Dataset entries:
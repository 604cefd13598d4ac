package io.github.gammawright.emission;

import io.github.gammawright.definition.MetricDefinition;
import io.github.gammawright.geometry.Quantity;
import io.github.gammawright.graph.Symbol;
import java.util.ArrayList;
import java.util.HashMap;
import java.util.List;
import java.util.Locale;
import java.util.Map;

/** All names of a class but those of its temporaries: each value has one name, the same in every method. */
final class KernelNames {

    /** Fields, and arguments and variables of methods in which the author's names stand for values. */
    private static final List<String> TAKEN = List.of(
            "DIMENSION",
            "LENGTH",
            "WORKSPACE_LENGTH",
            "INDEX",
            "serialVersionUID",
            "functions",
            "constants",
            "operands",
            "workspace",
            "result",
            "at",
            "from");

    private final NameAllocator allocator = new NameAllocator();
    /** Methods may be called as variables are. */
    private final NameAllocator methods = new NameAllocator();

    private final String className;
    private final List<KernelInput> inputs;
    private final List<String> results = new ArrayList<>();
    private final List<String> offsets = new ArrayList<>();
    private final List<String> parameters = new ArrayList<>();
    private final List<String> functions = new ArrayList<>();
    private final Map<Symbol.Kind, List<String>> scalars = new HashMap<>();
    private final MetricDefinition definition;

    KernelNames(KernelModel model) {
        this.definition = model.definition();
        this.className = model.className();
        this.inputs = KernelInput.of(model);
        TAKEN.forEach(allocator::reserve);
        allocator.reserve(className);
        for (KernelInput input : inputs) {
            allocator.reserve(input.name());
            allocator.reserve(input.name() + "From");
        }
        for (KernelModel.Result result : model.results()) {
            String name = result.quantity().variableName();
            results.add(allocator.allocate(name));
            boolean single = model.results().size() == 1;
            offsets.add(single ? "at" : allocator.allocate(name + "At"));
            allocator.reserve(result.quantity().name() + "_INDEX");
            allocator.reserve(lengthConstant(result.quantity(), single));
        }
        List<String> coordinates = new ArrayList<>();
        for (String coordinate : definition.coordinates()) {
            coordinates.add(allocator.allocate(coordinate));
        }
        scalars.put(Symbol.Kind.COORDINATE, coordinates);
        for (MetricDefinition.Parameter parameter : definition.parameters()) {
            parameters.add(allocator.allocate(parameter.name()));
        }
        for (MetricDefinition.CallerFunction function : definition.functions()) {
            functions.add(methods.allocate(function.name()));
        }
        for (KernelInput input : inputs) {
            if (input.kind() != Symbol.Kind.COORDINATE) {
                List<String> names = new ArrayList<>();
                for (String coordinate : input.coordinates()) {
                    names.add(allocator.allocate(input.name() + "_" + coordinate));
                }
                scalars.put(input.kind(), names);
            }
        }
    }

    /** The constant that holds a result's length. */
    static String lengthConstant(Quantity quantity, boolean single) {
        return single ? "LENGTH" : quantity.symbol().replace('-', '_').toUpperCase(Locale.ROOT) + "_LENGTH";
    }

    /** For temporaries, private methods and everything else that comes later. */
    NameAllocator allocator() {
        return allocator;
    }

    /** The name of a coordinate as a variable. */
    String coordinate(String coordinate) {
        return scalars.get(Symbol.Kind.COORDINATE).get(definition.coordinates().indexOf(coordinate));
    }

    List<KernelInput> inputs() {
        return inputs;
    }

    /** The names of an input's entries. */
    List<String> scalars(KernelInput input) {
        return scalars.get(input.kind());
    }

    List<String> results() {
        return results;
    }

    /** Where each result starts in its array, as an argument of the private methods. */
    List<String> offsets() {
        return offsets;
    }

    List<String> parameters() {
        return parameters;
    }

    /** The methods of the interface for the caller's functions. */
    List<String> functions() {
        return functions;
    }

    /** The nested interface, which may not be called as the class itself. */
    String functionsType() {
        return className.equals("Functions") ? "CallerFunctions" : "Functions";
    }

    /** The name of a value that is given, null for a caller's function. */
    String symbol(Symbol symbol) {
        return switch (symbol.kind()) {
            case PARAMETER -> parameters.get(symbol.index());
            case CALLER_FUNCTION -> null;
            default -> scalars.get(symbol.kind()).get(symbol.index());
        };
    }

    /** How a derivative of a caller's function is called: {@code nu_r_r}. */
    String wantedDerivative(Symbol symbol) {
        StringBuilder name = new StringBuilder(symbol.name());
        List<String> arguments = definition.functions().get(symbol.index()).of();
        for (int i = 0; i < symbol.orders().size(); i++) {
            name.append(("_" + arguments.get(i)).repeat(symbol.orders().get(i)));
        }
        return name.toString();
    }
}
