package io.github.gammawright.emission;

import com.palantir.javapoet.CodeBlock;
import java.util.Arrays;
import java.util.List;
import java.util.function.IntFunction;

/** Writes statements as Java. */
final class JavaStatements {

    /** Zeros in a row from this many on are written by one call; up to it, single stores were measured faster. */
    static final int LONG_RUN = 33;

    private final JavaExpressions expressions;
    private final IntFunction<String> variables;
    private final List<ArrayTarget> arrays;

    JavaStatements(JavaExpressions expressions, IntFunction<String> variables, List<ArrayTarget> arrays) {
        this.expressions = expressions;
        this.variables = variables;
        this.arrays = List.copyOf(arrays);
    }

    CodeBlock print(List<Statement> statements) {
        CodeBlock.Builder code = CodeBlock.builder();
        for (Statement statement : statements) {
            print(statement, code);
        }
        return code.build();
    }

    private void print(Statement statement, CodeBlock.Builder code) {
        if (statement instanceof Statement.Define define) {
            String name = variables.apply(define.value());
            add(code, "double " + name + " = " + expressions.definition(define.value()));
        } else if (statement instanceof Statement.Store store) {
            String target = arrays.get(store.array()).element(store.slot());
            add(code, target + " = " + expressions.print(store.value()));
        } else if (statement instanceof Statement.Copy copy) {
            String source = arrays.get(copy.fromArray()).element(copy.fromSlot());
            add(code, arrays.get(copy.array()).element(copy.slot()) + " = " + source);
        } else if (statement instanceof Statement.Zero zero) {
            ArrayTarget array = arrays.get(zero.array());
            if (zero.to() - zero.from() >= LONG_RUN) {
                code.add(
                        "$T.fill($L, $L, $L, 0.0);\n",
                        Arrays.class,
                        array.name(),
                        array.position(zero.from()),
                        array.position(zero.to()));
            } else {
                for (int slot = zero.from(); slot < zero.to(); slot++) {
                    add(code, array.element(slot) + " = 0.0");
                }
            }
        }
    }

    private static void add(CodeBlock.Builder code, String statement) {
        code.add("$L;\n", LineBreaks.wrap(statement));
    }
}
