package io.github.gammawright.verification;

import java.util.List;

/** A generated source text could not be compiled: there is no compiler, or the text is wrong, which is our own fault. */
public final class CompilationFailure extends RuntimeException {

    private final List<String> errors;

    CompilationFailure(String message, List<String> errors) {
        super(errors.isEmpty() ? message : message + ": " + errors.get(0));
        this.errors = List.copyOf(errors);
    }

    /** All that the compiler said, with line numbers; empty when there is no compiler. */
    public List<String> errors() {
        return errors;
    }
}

**Task**
With both ends included, please retype exactly the lines from the line containing "private final List<String> errors;" to the final line of the data.

**Reply to the exercise**
    private final List<String> errors;

    CompilationFailure(String message, List<String> errors) {
        super(errors.isEmpty() ? message : message + ": " + errors.get(0));
        this.errors = List.copyOf(errors);
    }

    /** All that the compiler said, with line numbers; empty when there is no compiler. */
    public List<String> errors() {
        return errors;
    }
}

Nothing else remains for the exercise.